#### [Required work]
Could you copy every line of the data that contains "STEADY"?
*** Opening Data supplied ***
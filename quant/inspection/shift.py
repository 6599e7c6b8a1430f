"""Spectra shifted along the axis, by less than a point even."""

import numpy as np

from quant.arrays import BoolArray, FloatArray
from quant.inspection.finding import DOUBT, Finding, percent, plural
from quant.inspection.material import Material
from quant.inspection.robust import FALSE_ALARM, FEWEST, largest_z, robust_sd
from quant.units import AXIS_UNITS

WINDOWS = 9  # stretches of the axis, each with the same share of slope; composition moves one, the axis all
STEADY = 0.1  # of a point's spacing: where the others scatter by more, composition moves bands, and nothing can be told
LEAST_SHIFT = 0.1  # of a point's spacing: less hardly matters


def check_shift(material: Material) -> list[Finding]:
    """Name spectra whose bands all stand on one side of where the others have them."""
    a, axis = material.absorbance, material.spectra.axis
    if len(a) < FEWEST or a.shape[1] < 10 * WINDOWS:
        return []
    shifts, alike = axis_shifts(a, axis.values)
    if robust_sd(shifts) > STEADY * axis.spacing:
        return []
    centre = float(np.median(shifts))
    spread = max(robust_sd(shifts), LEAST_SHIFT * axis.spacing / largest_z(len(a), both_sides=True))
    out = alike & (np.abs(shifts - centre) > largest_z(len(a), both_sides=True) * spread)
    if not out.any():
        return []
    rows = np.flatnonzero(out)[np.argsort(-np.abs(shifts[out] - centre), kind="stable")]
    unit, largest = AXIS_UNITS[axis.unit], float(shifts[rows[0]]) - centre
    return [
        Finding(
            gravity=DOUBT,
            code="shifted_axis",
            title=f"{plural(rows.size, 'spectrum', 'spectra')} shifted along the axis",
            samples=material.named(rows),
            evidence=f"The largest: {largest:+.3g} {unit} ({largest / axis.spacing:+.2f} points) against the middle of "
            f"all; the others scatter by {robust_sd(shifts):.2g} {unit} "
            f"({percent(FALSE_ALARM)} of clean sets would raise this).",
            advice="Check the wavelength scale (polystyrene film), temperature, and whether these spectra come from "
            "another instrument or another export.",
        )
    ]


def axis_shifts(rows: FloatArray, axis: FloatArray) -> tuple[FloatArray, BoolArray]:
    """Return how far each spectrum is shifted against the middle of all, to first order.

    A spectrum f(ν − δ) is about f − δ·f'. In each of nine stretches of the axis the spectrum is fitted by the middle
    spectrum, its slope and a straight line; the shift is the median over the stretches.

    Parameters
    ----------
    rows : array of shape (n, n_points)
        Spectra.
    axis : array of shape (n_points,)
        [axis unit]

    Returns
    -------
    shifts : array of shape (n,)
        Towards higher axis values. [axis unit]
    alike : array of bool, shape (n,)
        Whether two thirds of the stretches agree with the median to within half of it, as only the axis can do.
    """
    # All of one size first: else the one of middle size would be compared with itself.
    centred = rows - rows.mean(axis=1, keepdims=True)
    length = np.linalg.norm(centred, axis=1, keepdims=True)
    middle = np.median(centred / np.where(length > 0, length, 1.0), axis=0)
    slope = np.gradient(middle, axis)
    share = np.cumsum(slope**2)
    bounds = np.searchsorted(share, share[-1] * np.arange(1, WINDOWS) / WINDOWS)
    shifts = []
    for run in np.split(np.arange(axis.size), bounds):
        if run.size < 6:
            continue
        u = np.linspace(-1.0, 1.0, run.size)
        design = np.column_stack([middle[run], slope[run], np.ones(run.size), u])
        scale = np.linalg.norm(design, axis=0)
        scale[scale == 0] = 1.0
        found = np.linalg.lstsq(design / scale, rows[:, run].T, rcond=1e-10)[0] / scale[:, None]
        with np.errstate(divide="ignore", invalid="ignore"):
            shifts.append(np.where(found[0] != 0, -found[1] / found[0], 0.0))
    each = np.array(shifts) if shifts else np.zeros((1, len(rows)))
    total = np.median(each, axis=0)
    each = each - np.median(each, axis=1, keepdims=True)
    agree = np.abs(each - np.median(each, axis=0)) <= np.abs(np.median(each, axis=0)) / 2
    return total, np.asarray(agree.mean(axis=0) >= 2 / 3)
*** Closing Data supplied ***
*** Opening Data supplied ***
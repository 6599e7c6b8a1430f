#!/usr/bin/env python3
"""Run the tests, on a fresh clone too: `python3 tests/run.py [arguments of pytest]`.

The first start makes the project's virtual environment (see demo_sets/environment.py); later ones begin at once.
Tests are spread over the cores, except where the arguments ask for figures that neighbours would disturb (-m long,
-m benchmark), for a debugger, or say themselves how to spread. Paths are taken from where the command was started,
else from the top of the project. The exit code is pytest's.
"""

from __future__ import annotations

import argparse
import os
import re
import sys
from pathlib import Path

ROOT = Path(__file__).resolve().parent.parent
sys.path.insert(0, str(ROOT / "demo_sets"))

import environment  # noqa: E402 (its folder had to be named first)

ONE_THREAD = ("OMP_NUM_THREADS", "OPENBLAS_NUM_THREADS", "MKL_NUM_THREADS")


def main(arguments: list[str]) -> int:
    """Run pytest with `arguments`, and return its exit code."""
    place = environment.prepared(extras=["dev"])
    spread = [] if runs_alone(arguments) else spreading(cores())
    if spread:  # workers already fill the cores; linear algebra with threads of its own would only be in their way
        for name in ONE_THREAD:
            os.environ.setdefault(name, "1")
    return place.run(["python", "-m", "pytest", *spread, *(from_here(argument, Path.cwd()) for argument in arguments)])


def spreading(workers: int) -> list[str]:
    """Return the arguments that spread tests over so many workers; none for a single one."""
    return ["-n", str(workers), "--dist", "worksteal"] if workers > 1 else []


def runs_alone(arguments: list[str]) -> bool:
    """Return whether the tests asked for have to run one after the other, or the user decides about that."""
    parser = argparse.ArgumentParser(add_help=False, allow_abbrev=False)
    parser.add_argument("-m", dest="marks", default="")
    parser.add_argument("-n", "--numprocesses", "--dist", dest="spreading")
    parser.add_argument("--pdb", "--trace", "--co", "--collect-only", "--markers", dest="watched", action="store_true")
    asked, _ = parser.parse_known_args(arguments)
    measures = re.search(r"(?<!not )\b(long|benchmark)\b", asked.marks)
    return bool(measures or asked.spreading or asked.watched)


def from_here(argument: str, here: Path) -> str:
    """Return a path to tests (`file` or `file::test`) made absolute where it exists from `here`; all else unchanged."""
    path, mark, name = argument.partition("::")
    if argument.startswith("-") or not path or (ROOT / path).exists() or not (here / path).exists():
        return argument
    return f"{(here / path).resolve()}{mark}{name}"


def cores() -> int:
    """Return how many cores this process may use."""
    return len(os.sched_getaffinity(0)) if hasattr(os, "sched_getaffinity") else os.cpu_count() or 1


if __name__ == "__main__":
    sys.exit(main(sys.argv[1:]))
*** Closing Data supplied ***
#### [Exercise response]
STEADY = 0.1  # of a point's spacing: where the others scatter by more, composition moves bands, and nothing can be told
    if robust_sd(shifts) > STEADY * axis.spacing:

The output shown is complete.